Hingorani Anil, Ascher Enrico, Marks Natalie, Mutyala Manykiam, Shiferson Alexander, Flyer Mark, Jacob Theresa
Division of Vascular Surgery, Department of Surgery, Mainmonides Medcine Center, Brooklyn, New York 11219, USA.
Vasc Endovascular Surg. 2007 Apr-May;41(2):115-9. doi: 10.1177/1538574406297265.
In an effort to explore alternatives to contrast arteriography, we compared computed tomography angiography to contrast arteriography for defining anatomic features of patients undergoing lower extremity revascularization. From November 2003 to March 2004, 36 inpatients with chronic lower extremity ischemia underwent contrast arteriography and computed tomography angiography before undergoing lower extremity revascularization procedures. A Siemens 16 slice multiplanar computed tomography device with bolus tracking was used for these exams. The reports of these tests and images were compared prospectively, and the differences in the aorto-iliac segment, femoral-popliteal, and infrapopliteal segments were noted. The vessels were classified as mild disease (<50%), moderate disease (50%-70%), severe (71%-99%), and occluded. The studies and treatment plans based on these data were compared. The mean age was 76 +/- 12 years (SD). Indications for the procedures included gangrene (45%), ischemic ulcer (32%), rest pain (19%), and severe claudication (3%); 69% were diabetics. Accuracy of computed tomography angiography in the aorto-iliac, femoral-popliteal, and infrapopliteal segments was 100%, 81%, and 59%, respectively. Thirteen of 18 (72%) of these disagreements resulted in a different procedure than that suggested by computed tomography angiography. A review of the data obtained in this series indicated that computed tomography angiography appears to be unable to obtain adequate information in this highly selected population at our institution.
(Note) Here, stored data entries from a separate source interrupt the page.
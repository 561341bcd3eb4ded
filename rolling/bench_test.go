package rolling_test

import (
	"fmt"
	"math/rand/v2"
	"runtime"
	"sync"
	"testing"
	"time"

	"driftfit/rolling"
)

// The project's speed targets: Add into three windows ≤ 100 ns and 0
// allocations; Solve of one window ≤ 1 µs; the windowed update at least
// 1000× cheaper than a batch refit at N = 10 000; ≤ 8 KiB a sensor with
// the default windows.

const (
	benchDay  = 24 * time.Hour
	benchWeek = 7 * benchDay
)

var (
	// benchWindows are the three windows of the Add benchmark: two share
	// the ring of 1 h panes, the third has its own ring of 1 d panes.
	benchWindows = []rolling.WindowSpec{{Span: benchDay, Pane: time.Hour}, {Span: benchWeek, Pane: time.Hour}, {Span: 30 * benchDay, Pane: benchDay}}
	// benchDefaultWindows are the windows the README reports memory for.
	benchDefaultWindows = []rolling.WindowSpec{{Span: benchDay, Pane: time.Hour}, {Span: 30 * benchDay, Pane: benchDay}}
	benchT0             = time.Date(2026, 4, 1, 0, 0, 0, 0, time.UTC).UnixNano()
)

func benchSensor(tb testing.TB, specs ...rolling.WindowSpec) *rolling.Sensor {
	tb.Helper()
	s, err := rolling.NewSensor(specs...)
	if err != nil {
		tb.Fatal(err)
	}
	return s
}

// benchFill adds a reading every step from t0 up to t0+d, a level of 1000
// drifting 2 a day with noise SD 0.5, and returns the time after the last.
func benchFill(tb testing.TB, s *rolling.Sensor, rng *rand.Rand, t0 int64, d, step time.Duration) int64 {
	tb.Helper()
	t := t0
	for ; t < t0+int64(d); t += int64(step) {
		y := 1000 + 2*float64(t-benchT0)/float64(benchDay) + 0.5*rng.NormFloat64()
		if err := s.Add(rolling.Reading{UnixNano: t, Value: y}); err != nil {
			tb.Fatal(err)
		}
	}
	return t
}

// addBench feeds one reading at a time into a sensor with benchWindows,
// already full, a reading every 10 s with up to 5 s of jitter, so that
// the 1 h ring slides every 360 readings and the 1 d ring every 8640.
type addBench struct {
	s      *rolling.Sensor
	t0     int64
	i      int64
	jitter [addBenchMask + 1]int64
	vals   [addBenchMask + 1]float64
}

const (
	addBenchMask = 1<<12 - 1
	addBenchStep = int64(10 * time.Second)
)

func newAddBench(tb testing.TB) *addBench {
	rng := rand.New(rand.NewPCG(1, 1))
	a := &addBench{s: benchSensor(tb, benchWindows...)}
	a.t0 = benchFill(tb, a.s, rng, benchT0, 30*benchDay, 10*time.Minute)
	for i := range a.jitter {
		a.jitter[i] = rng.Int64N(int64(5 * time.Second))
		a.vals[i] = 1000 + 0.5*rng.NormFloat64()
	}
	return a
}

func (a *addBench) add() error {
	j := a.i & addBenchMask
	err := a.s.Add(rolling.Reading{UnixNano: a.t0 + a.i*addBenchStep + a.jitter[j], Value: a.vals[j]})
	a.i++
	return err
}

func BenchmarkSensor_Add(b *testing.B) {
	a := newAddBench(b)
	b.ReportAllocs()
	for b.Loop() {
		if err := a.add(); err != nil {
			b.Fatal(err)
		}
	}
}

// solveSpecs are the windows of the Solve benchmark, by pane count.
var solveSpecs = []struct {
	panes int
	spec  rolling.WindowSpec
}{
	{24, rolling.WindowSpec{Span: benchDay, Pane: time.Hour}},
	{30, rolling.WindowSpec{Span: 30 * benchDay, Pane: benchDay}},
}

// newSolveBench returns a sensor with one full window of spec, a reading
// every minute in every pane.
func newSolveBench(tb testing.TB, spec rolling.WindowSpec) *rolling.Sensor {
	rng := rand.New(rand.NewPCG(2, 2))
	s := benchSensor(tb, spec)
	benchFill(tb, s, rng, benchT0, spec.Span, time.Minute)
	sol := s.Solve(0)
	if sol.Filled != sol.Panes || !sol.Line.OK() || !sol.Parabola.OK() || !sol.Exp.OK() {
		tb.Fatalf("window %v/%v: %d of %d panes filled, errors %v %v %v",
			spec.Span, spec.Pane, sol.Filled, sol.Panes, sol.Line.Err, sol.Parabola.Err, sol.Exp.Err)
	}
	return s
}

func BenchmarkSensor_Solve(b *testing.B) {
	for _, c := range solveSpecs {
		b.Run(fmt.Sprintf("panes=%d", c.panes), func(b *testing.B) {
			s := newSolveBench(b, c.spec)
			b.ReportAllocs()
			for b.Loop() {
				s.Solve(0)
			}
		})
	}
}

// nsPerOp times op in doublings until a run lasts 100 ms. The testing
// package cannot run a benchmark from inside another (testing.Benchmark
// would wait on the lock the running benchmark holds), so the batch
// benchmarks time the windowed path with this.
func nsPerOp(op func()) float64 {
	for n := 1; ; n *= 2 {
		start := time.Now()
		for range n {
			op()
		}
		if d := time.Since(start); d >= 100*time.Millisecond {
			return float64(d.Nanoseconds()) / float64(n)
		}
	}
}

// windowedCost measures, once per process, one Add and one Solve as
// BenchmarkSensor_Add and the 30-pane case of BenchmarkSensor_Solve do,
// so that the batch benchmarks report their ratio to the windowed path
// from the same run on the same machine.
func windowedCost(tb testing.TB) (addNs, solveNs float64) {
	windowed.once.Do(func() {
		a := newAddBench(tb)
		windowed.addNs = nsPerOp(func() {
			if err := a.add(); err != nil {
				tb.Fatal(err)
			}
		})
		s := newSolveBench(tb, solveSpecs[1].spec)
		windowed.solveNs = nsPerOp(func() { s.Solve(0) })
	})
	return windowed.addNs, windowed.solveNs
}

var windowed struct {
	once           sync.Once
	addNs, solveNs float64
}

// BenchmarkBatchRefit measures what the windowed engine avoids: a full
// least-squares refit of the three models over the N readings of a
// 30-day window by QR (batchFit, the reference of batch_test.go),
// building the design matrices, residuals and standard errors each time.
// x-vs-add is the ratio of its cost to one Add, x-vs-add+solve to one Add
// plus one Solve.
func BenchmarkBatchRefit(b *testing.B) {
	span := 30 * benchDay
	for _, n := range []int{1_000, 10_000, 100_000} {
		b.Run(fmt.Sprintf("N=%d", n), func(b *testing.B) {
			addNs, solveNs := windowedCost(b)
			rng := rand.New(rand.NewPCG(3, uint64(n)))
			rs := make([]batchObs, n)
			for i := range rs {
				t := benchT0 + rng.Int64N(int64(span))
				rs[i] = batchObs{t, 1000 + 2*float64(t-benchT0)/float64(benchDay) + 0.5*rng.NormFloat64()}
			}
			b.ReportAllocs()
			for b.Loop() {
				for _, m := range rolling.Models {
					if _, err := batchFit(rs, m, int64(span)); err != nil {
						b.Fatal(err)
					}
				}
			}
			ns := float64(b.Elapsed().Nanoseconds()) / float64(b.N)
			b.ReportMetric(ns/addNs, "x-vs-add")
			b.ReportMetric(ns/(addNs+solveNs), "x-vs-add+solve")
		})
	}
}

// BenchmarkSensorMemory reports the heap held per sensor with the
// default windows (1 d of 1 h panes and 30 d of 1 d panes, two rings of
// 24 and 30 panes), every pane filled, measured with runtime.ReadMemStats
// after a collection around creating and filling 10 000 sensors. The
// slice holding the sensors is not counted.
func BenchmarkSensorMemory(b *testing.B) {
	const sensors = 10_000
	// Daily readings for 29 days, then hourly on the 30th: every pane of
	// both rings holds a reading.
	var times []int64
	for d := range 29 {
		times = append(times, benchT0+int64(d)*int64(benchDay)+int64(12*time.Hour))
	}
	for h := range 24 {
		times = append(times, benchT0+29*int64(benchDay)+int64(h)*int64(time.Hour))
	}
	fill := func(s *rolling.Sensor) {
		for i, t := range times {
			if err := s.Add(rolling.Reading{UnixNano: t, Value: 1000 + float64(i)}); err != nil {
				b.Fatal(err)
			}
		}
	}
	probe := benchSensor(b, benchDefaultWindows...)
	fill(probe)
	for i := range benchDefaultWindows {
		if sol := probe.Solve(i); sol.Filled != sol.Panes {
			b.Fatalf("window %d: %d of %d panes filled", i, sol.Filled, sol.Panes)
		}
	}
	var perSensor float64
	b.ReportAllocs()
	for b.Loop() {
		var before, after runtime.MemStats
		runtime.GC()
		runtime.ReadMemStats(&before)
		ss := make([]*rolling.Sensor, sensors)
		for i := range ss {
			ss[i] = benchSensor(b, benchDefaultWindows...)
			fill(ss[i])
		}
		runtime.GC()
		runtime.ReadMemStats(&after)
		runtime.KeepAlive(ss)
		held := int64(after.HeapAlloc) - int64(before.HeapAlloc) - int64(sensors*8) // less the slice of pointers
		perSensor = float64(held) / sensors
	}
	b.ReportMetric(perSensor, "B/sensor")
}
为了探索血管造影的替代方法,我们将计算机断层血管造影(CTA)与血管造影进行了比较,以确定接受下肢血管重建术患者的解剖特征。2003年11月至2004年3月,36例慢性下肢缺血的住院患者在接受下肢血管重建术前接受了血管造影和计算机断层血管造影。这些检查使用了带有团注追踪功能的西门子16层多平面计算机断层扫描设备。对这些检查报告和图像进行了前瞻性比较,并记录了腹主动脉-髂动脉段、股-腘动脉段和腘动脉下段的差异。血管被分为轻度病变(<50%)、中度病变(50%-70%)、重度病变(71%-99%)和闭塞。比较了基于这些数据的研究和治疗方案。平均年龄为76±12岁(标准差)。手术指征包括坏疽(45%)、缺血性溃疡(32%)、静息痛(19%)和严重跛行(3%);69%为糖尿病患者。CTA在腹主动脉-髂动脉段、股-腘动脉段和腘动脉下段的准确率分别为100%、81%和59%。这18例中有13例(72%)的分歧导致了与CTA建议的手术不同的手术。对本系列获得的数据进行回顾表明,在我们机构的这一高度选择的人群中,CTA似乎无法获得足够的信息。